Mit den ersten Hits der zwanziger Jahre hatte sich die Country Music zu einer eigenständigen Musikform entwickelt, die zwar auf alten Texten und Melodien basierte, doch unter den verschiedenen Einflüssen ein vollkommen neues Gesicht bekommen hatte. Ihre Popularität war groß, beschränkte sich aber auf die ländlichen Bezirke und war noch nicht bis in die dichtbesiedelten Gebiete des Kontinents vorgedrungen.

Das änderte sich erst mit dem Aufkommen des Radios und der Erfindung des Phonographen, der in den späten zwanziger Jahren für Furore sorgte. Geschäftstüchtige und talenthungrige Produzenten erkannten das musikalische Potential, das in den Bergen des amerikanischen Südostens brach lag, und holten die Hausmusiker von ihren Farmen ins Studio.

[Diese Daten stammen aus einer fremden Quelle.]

def test_a_reference_needs_frames_a_passer_by_cannot_move():
    # A cell that reads unusual all along (30), covered in the first frame of a run by a
    # passer-by who reads less unusual there (2): a reference from that one frame makes the
    # next window a step of 28, one from MIN_PAST frames or more does not; a window with
    # fewer frames before it is judged as a first window (not stepped).
    maps = np.full((10, 5, 5), 0.0, np.float32)
    maps[:, 2, 2] = 30.0
    maps[0, 2, 2] = 2.0
    times = np.arange(10) * 2.0
    one = persistence(maps, times, 4, 10.0, past=8)
    assert one.stepped[4] and one.maps[4, 2, 2] == pytest.approx(28.0)
    three = persistence(maps, times, 4, 10.0, past=8, min_past=MIN_PAST)
    assert not three.stepped[4:6].any() and three.stepped[6:].all()
    assert np.abs(three.maps[6:, 2, 2]).max() < 1e-5
    assert past_level(maps[:3, 2:3, 2:3])[0, 0] == 30.0  # second largest of (2, 30, 30)


def test_windows_short_of_a_reference_flag_only_what_appeared_since_the_run_began():
    # (2, 2) reads unusual from the run's first frame (there before it began); (4, 6) from
    # frame 2 on (set down during the run). The first full window (frame 3) is held to the
    # start threshold and flags what is there; frames 4 and 5, with 1-2 frames before their
    # window, too few for a reference, flag only a region that also stepped up from those
    # frames; from frame 6 on the reference is there (MIN_PAST frames).
    maps = np.zeros((9, 6, 8), np.float32)
    maps[:, 2, 2] = 30.0
    maps[2:, 4, 6] = 30.0
    times = np.arange(9) * 2.0
    run = persistence(maps, times, 4, 10.0, threshold=5.0, start_threshold=10.0, past=8,
                      min_past=MIN_PAST)
    assert not run.stepped[:6].any() and run.stepped[6:].all()
    assert run.maps[3, 2, 2] > 10.0                       # judged on the level at the start
    assert (run.maps[4:6, 2, 2] <= 0.0).all()             # no step since: not again
    assert run.maps[5, 4, 6] > 10.0 and run.maps[4, 4, 6] <= 0.0  # its 4th frame
    assert (run.maps[6:, 2, 2] < 1e-5).all() and (run.maps[6:, 4, 6] > 5.0).all()


def test_a_threshold_resting_on_one_window_is_told():
    # 48 windows at alpha 1 %: too few for the rank, so the conformal threshold is the
    # largest score (Vovk, Gammerman & Shafer 2005). One window 100x the others sets it.
    from inspector.core.calibration import conformal_threshold

    scores = np.linspace(0.1, 2.0, 48)
    lone = np.append(scores[:-1], 200.0)
    for values, told in ((scores, []), (lone, [("change", 200.0, scores[-2])])):
        p = Persistence(4, 20.0, conformal_threshold(values, 0.01), values, 0.5, True,
                        floor=1.5)
        assert p.threshold.value == values.max()
        assert p.threshold.guaranteed == pytest.approx(1 / 49)
        assert p.lone() == told


def test_what_stays_outscores_what_passes():
    # A left object (the same value at one cell in every frame, one frame covered by a
    # passer-by) against a cell crossed by a different passer-by in every frame of the window.
    cells = np.zeros((4, 2, 4), np.float32)
    cells[:, 0, 0] = [80.0, 81.0, 700.0, 79.0]       # left object, occluded once
    cells[:, 1, 3] = [600.0, 900.0, 150.0, 1200.0]    # four different passers-by
    level = steady_level(cells - np.median(cells.reshape(4, -1), axis=1)[:, None, None])
    assert level[0, 0] == pytest.approx(2 * 79.0 - 81.0)
    assert level[1, 3] < 0 < level[0, 0]
    # A passer-by steady at one cell for the window, whose edges cross the cells beside it,
    # against a thing left, steady with its edges: only the second keeps its level once the
    # spread is taken around the cell.
    cells = np.zeros((4, 5, 10), np.float32)
    cells[:, 2, 2] = [300.0, 310.0, 305.0, 302.0]           # passer-by, steady at its centre
    cells[:, 1:4, 1] = np.array([0.0, 350.0, 0.0, 380.0])[:, None]  # its edge comes and goes
    cells[:, 1:4, 6:9] = 100.0 + np.arange(4)[:, None, None]       # the thing left
    level = steady_level(cells, around=3)
    assert level[2, 2] < 0 < 95.0 < level[2, 7]


def test_local_maps_take_out_light_over_part_of_the_view_and_opening_drops_thin_regions():
    # A lamp's pool lights the left 12 columns (+5); a thing left (+20, 4 x 4 cells) lies in it.
    maps = np.zeros((1, 24, 32), np.float32)
    maps[0, :, :12] += 5.0
    maps[0, 8:12, 4:8] += 20.0
    # The median around each cell: scipy.ndimage.median_filter of the map reduced to half
    # size (2 x 2 means), here read where the reduced map's cells and the map's agree.
    small = maps[0].reshape(12, 2, 16, 2).mean(axis=(1, 3))
    ref = median_filter(small, size=5, mode="nearest")
    got = local_median(maps, 10)[0]
    assert got[18, 2] == pytest.approx(ref[9, 1]) and got[18, 2] == pytest.approx(5.0)
    local = local_maps(maps, local=10)[0]
    assert local[9, 5] == pytest.approx(20.0)        # the thing keeps its level
    assert abs(local[18, 2]) < 1e-6 and abs(local[18, 28]) < 1e-6  # the pool is taken out
    assert local_maps(maps)[0, 18, 2] == pytest.approx(5.0)  # over the whole view it is not
    # Opening by a 2 x 2 square (erosion then dilation; Serra 1982, from memory): a region
    # one cell wide is dropped, one at least 2 x 2 keeps its values.
    step = np.zeros((6, 8), np.float32)
    step[1, 1] = 50.0                    # one cell at the edge of a passer-by
    step[3:5, 4:7] = [[9.0, 8.0, 7.0], [9.0, 8.0, 7.0]]
    out = opened(step, 2)
    assert out[1, 1] == 0.0 and out[3:5, 4:7].min() == 7.0 and out.max() == 8.0
    assert np.array_equal(opened(step, 1), step)
    stack = np.stack([step, np.roll(step, 3, axis=1) * 2.0])  # a stack: each map opened on its own
    assert np.array_equal(opened(stack, 2), np.stack([opened(m, 2) for m in stack]))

Die Gründung der Grand Ole Opry und anderer Barn Dances, die über bekannte Rundfunkstationen wie WSM und WLS ausgestrahlt wurden, standen am Beginn einer Ära, die allgemein als Beginn der Country Music angesehen wird und als Stunde Null in die Annalen einging.

Damals waren die Lieder und Melodien dieser Farmer noch als "Old-Time Music" oder "Folk Music" bekannt. Die Leute wollten die alten Songs aus den neunziger Jahren des neunzehnten Jahrhunderts hören, und die Produzenten achteten streng darauf, dass die Künstler nur die alte ursprüngliche Musik spielten.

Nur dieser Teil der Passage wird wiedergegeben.